Schultze's Dendryphantes Jumping Spider

Scientific classification
- Kingdom: Animalia
- Phylum: Arthropoda
- Subphylum: Chelicerata
- Class: Arachnida
- Order: Araneae
- Infraorder: Araneomorphae
- Family: Salticidae
- Genus: Dendryphantes
- Species: D. schultzei
- Binomial name: Dendryphantes schultzei Simon, 1910

= Dendryphantes schultzei =

- Authority: Simon, 1910

Species of jumping spider

Dendryphantes schultzei is a species of jumping spider in the family Salticidae. It is endemic to southern Africa and is commonly known as Schultze's Dendryphantes jumping spider.

==Distribution==
Dendryphantes schultzei is found in Namibia and South Africa.

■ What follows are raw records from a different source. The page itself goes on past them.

// TestESS checks the effective sample size: P for equal weights (a new
// system, and after a resampling settle), and (sum w)^2 / sum w^2 for
// weights set by hand.
func TestESS(t *testing.T) {
	t.Parallel()
	cfg := DefaultParticleConfig()
	cfg.Particles = 100
	ps, err := NewParticles(cfg, 1, 2)
	if err != nil {
		t.Fatal(err)
	}
	ps.Build()
	if got := ps.ESS(); math.Abs(got-100) > 1e-9 {
		t.Errorf("ESS of equal weights = %v, want 100", got)
	}
	var s, s2 float64
	for p := range ps.logw {
		w := float64(p%7 + 1)
		ps.logw[p] = math.Log(w) - 30
		s += w
		s2 += w * w
	}
	if got, want := ps.ESS(), s*s/s2; math.Abs(got-want) > 1e-9*want {
		t.Errorf("ESS = %v, want %v", got, want)
	}
	ps.logw[3] = 50 // one particle carries all the weight
	if got := ps.ESS(); math.Abs(got-1) > 1e-9 {
		t.Errorf("ESS with one dominant weight = %v, want 1", got)
	}
	if !ps.Settle() {
		t.Fatal("Settle did not resample at ESS 1")
	}
	if got := ps.ESS(); math.Abs(got-100) > 1e-9 {
		t.Errorf("ESS after resampling = %v, want 100", got)
	}
	if got := ps.Diversity(); got != 1 {
		t.Errorf("Diversity after resampling one particle = %d, want 1", got)
	}
}

// TestDecodeRejectsInconsistentState encodes systems whose bookkeeping has
// been broken by hand in ways a corrupted byte can produce, and expects
// DecodeParticles to refuse them with ErrEncoding: the check that every
// accepted encoding is one the operations can continue from. Each case
// names what would go wrong later if it were accepted.
func TestDecodeRejectsInconsistentState(t *testing.T) {
	t.Parallel()
	build := func(t *testing.T) *Particles {
		t.Helper()
		cfg := DefaultParticleConfig()
		cfg.Prior = exactPrior()
		cfg.Particles = 8
		ps, err := NewParticles(cfg, 71, 72)
		if err != nil {
			t.Fatal(err)
		}
		for i, d := range exactData() {
			if _, err := ps.Add(exactID(i), *d); err != nil {
				t.Fatal(err)
			}
		}
		ps.SettleRefit()                       // builds the population
		if err := ps.Remove("b"); err != nil { // frees slot 1
			t.Fatal(err)
		}
		if _, err := DecodeParticles(ps.Encode(), 1); err != nil {
			t.Fatalf("untouched system does not decode: %v", err)
		}
		return ps
	}
	cases := []struct {
		name  string
		later string
		spoil func(ps *Particles)
	}{
		{"touched slot holds no product", "Settle reassigns a nil datum and panics",
			func(ps *Particles) { ps.touched = append(ps.touched, 1); ps.isTouch[1] = true }},
		{"free slot holds a product", "the next Add overwrites product a's slot",
			func(ps *Particles) { ps.free = append(ps.free, 0) }},
		{"free slot listed twice", "two Adds share one slot",
			func(ps *Particles) { ps.free = append(ps.free, 1) }},
		{"free segment is occupied", "the next new segment resets an occupied one",
			func(ps *Particles) {
				st := ps.parts[0]
				e := st.newSegment(Theta{})
				st.free = append(st.free, e) // consistent: one more empty segment
				st.free[len(st.free)-1] = st.label(0)
			}},
		{"segment theta not finite", "Settle's slice update of log a never terminates (its shrinkage loop compares NaNs)",
			func(ps *Particles) {
				st := ps.parts[0]
				c := st.label(0)
				th := st.segs[c].theta
				th.LogK = math.NaN() // one flipped exponent bit of a log parameter near 1 gives Inf or NaN
				st.segs[c].setTheta(th)
			}},
		{"log weight not a number", "ESS is NaN and the next increment turns every log weight NaN",
			func(ps *Particles) { ps.logw[2] = math.NaN() }},
		{"labels before the first build", "the build's chains start from states the population never had",
			func(ps *Particles) { ps.built = false }},
		{"placement record names a free segment", "a summary reads the kernel of a segment no product is in",
			func(ps *Particles) {
				ps.SettleRefit()
				sf := ps.soft[0]
				sf.Seg[0] = uint16(len(ps.parts[0].segs))
			}},
	}
	for _, c := range cases {
		t.Run(c.name, func(t *testing.T) {
			ps := build(t)
			c.spoil(ps)
			_, err := DecodeParticles(ps.Encode(), 1)
			if !errors.Is(err, ErrEncoding) {
				t.Errorf("DecodeParticles accepted it (err %v); later, %s", err, c.later)
			}
		})
	}
}

// FootprintForTest returns the bytes the particle system keeps, for the
// benchmarks of the external test package: labelBytes counts every
// distinct label buffer of the particle states once (2 bytes a slot, as
// shared buffers are shared in memory), segmentBytes the segment records
// and free-segment lists of every particle, keptBytes the placement
// records of the last waste-free step kept for the summaries.
// Test-only.
func (ps *Particles) FootprintForTest() (labelBytes, segmentBytes, keptBytes int) {
	seen := map[*labelBuf]bool{}
	for _, st := range ps.parts {
		if !seen[st.labels] {
			seen[st.labels] = true
			labelBytes += 2 * len(st.labels.l)
		}
		segmentBytes += len(st.segs)*int(unsafe.Sizeof(segment{})) + 2*len(st.free)
	}
	for _, sf := range ps.soft {
		if sf != nil {
			keptBytes += 4*len(sf.Off) + 2*len(sf.Seg) + 4*len(sf.P) + int(unsafe.Sizeof(Mover{}))*len(sf.Movers)
		}
	}
	return labelBytes, segmentBytes, keptBytes
}
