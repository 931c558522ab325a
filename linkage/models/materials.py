"""Material attributes as inputs, kept only where grouped CV says they help
(issue 19 item 4; on by default in ``train``, ``--no-materials`` to opt out).

The process table may carry extra numeric columns the template does not
name: raw-material attributes such as blend moisture or the drug
substance's particle size. They are stored but no stage uses them unless a
chain file names them, or this comparison keeps them.

**Where they are tried** (:data:`WHERE`): every attribute of every stage. A
property of the blend goes through the whole process, so each can plausibly
act on compaction (moisture plasticises the powder), on milling (a
harder or wetter ribbon breaks differently) and on tableting and release
(the drug substance's particle size, the lubricant); which ones do is left
to the data.

**How it stays cheap.** The chain is fitted once without them, as usual.
Then, per attribute and per column, at most two candidates are refitted
with the column added to the stage's inputs, inside the *same* outer folds
(the lots' fold numbers of the fit without), tuned by the same inner grouped
CV: the attribute's selected candidate where it takes inputs (not ``mean``
or the fixed-input physics forms), and ``linear_select``, whose inner
best-subset selection lets the column in only where it helps (the selected
candidate alone can miss a column: on a campaign where blend moisture moved
ribbon porosity, ``log_linear`` had been selected without it and gained
little from it, while ``linear_select`` with it cut the CV RMSE by a third).
So each lot has an out-of-fold error without the column and one with it,
from the same splits, and the comparison is paired (:data:`RULE`). A column
missing on some lots is compared on the lots that have it, and there the
errors without it come from the same candidates refitted without it on those
lots and folds, not from the chain (trained on every lot): the pair must
differ by the column alone (:data:`PARTIAL`). Only when some
attribute keeps a column is the chain fitted again, with the kept columns as
inputs of the attributes that keep them (:func:`with_columns_by_target`);
otherwise the fit without is the model, its bootstrap drawn once after the
comparison (the CV results, fitted models and replicates ``train`` gives
without the comparison).
The comparison is recorded in the model (``training.materials``) and shown
by ``train``.
"""

from __future__ import annotations

import math

import numpy as np
import pandas as pd

from linkage.models.chain import ChainSpec, StageSpec
from linkage.schema import ASSEMBLED, TABLES

__all__ = ["RULE", "WHERE", "ALPHA", "PARTIAL", "extra_columns", "missing_lots", "with_columns",
           "with_columns_by_target", "paired_test", "compare_columns", "train_with_materials"]

#: family-wise level of the paired test, per attribute (over the columns tried for it)
ALPHA = 0.05

WHERE = ("every attribute of every stage: a raw-material property of the blend goes through the whole process and "
         "can act on compaction, milling, tableting and release; which ones it acts on is left to the data")
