def unusual_values(ingest, history: dict[str, dict[str | None, dict[str, list[dict]]]],
                   product_of: dict[str, str | None],
                   notes: list[str] | None = None) -> tuple[list[Problem], list[dict]]:
    """Problems for every unusual value of the ingest, and the same as records (for the audit trail).

    ``history[table][product][lot]`` holds the stored rows of the product's
    recent lots; ``product_of`` maps each lot of the ingest to its product.
    ``notes``, when given, gets one :func:`history_note` per product of which no column was judged (fewer than
    :data:`MIN_HISTORY_LOTS` earlier lots with values).
    """
    problems: list[Problem] = []
    records: list[dict] = []
    judged_products: set = set()
    short: dict = {}  # product -> the most earlier lots with values of a column not judged
    process = ingest.tables.get("process")
    widths = {}
    if process is not None and "roll_width_mm" in process:
        widths = {lot: w for lot, w in zip(process["lot"].tolist(), process["roll_width_mm"].tolist())
                  if isinstance(w, float) and math.isfinite(w)}
    for table, columns in [*JUDGED.items(), *JUDGED_BY_LOT.items()]:
        df = ingest.tables.get(table)
        if df is None or len(df) == 0:
            continue
        label = ingest.sources.get(table, {}).get("file", table)
        rows = df.attrs.get("source_rows", list(range(2, len(df) + 2)))
        products = {product_of.get(lot) for lot in df["lot"].unique().tolist()}
        for column in columns:
            if column not in df:
                continue
            medians = {product: per_lot_medians(history.get(table, {}).get(product, {}), column)
                       for product in products}
            references = {product: robust_reference(values) for product, values in medians.items()}
            for product, ref in references.items():
                if ref is None:
                    short[product] = max(short.get(product, 0), len(medians[product]))
                else:
                    judged_products.add(product)
            if all(ref is None for ref in references.values()):
                continue  # nothing to compare with (an empty store, a new product)
            candidates = (_lot_candidates if table in JUDGED_BY_LOT else _row_candidates)(df, column, references,
                                                                                         product_of)
            by_lot = table in JUDGED_BY_LOT
            for k, lot, x in candidates:
                if not isinstance(x, float) or not math.isfinite(x):
                    continue
                product = product_of.get(lot)
                ref = references[product]
                if ref is None:
                    continue
                m, s = ref
                hint = likely_mistake(x, m, s, column, widths.get(lot))
                if not is_unusual(x, m, s, explained=hint is not None):
                    continue
                typical = 10.0 ** m
                ratio = f"{max(x / typical, typical / x):.3g} times {'that' if x > typical else 'smaller'}"
                if by_lot:
                    lot_rows = _lot_rows(df, column, lot, rows)
                    judged = (f"the median {column} of lot {lot!r} ({x:g}, of its {row_span(lot_rows)}; the stack "
                              "is judged as a whole, not row by row)")
                    what = f"the recent lots have a median {column} around {typical:.4g}, {judged} is {ratio}"
                else:
                    what = f"the recent lots have {column} around {typical:.4g}, this value is {ratio}"
                rule = (f"unusual for {'product ' + product if product else 'this store'}: {what}"
                        + (f"; it looks like {hint}" if hint else "; a unit mistake?")
                        + ". If it is right, ingest with --accept-unusual --reason TEXT")
                problems.append(Problem(label, rule, row=None if by_lot else rows[k], column=column, value=x))
                record = {"file": label, "row": rows[k], "lot": lot, "column": column, "value": x,
                          "typical": typical, "robust_sd_log10": s}
                if by_lot:  # row: the first of the lot's rows; value: their median, what was judged
                    record.update(row=lot_rows[0], judged="median of the lot's positive values", rows=lot_rows)
                records.append(record)
    if notes is not None:
        notes += [history_note(product, short[product]) for product in sorted(short, key=str)
                  if product not in judged_products]
    return problems, records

In South Africa, it has been recorded from Northern Cape province. Known locations include Augrabies National Park, Namaqua National Park, and Port Nolloth. The species was also sampled from Luderitz Bay in Namibia.

==Habitat and ecology==

Dendryphantes schultzei has been recorded at altitudes ranging from 14 to 725 m. Specimens from Namaqua National Park were collected by beating shrubs in hilltop fynbos. Little else is known about the species' behaviour.

==Conservation==
Dendryphantes schultzei is listed as Data Deficient by the South African National Biodiversity Institute. Both South African and Namibian collections were made prior to 1910, with only two recent samples collected. The species may be undersampled as little sampling has been done in that area. More sampling is needed to determine the species' range.

==Taxonomy==
Dendryphantes schultzei was originally described by Eugène Simon in 1910 from Port Nolloth in the Northern Cape. Both sexes are known.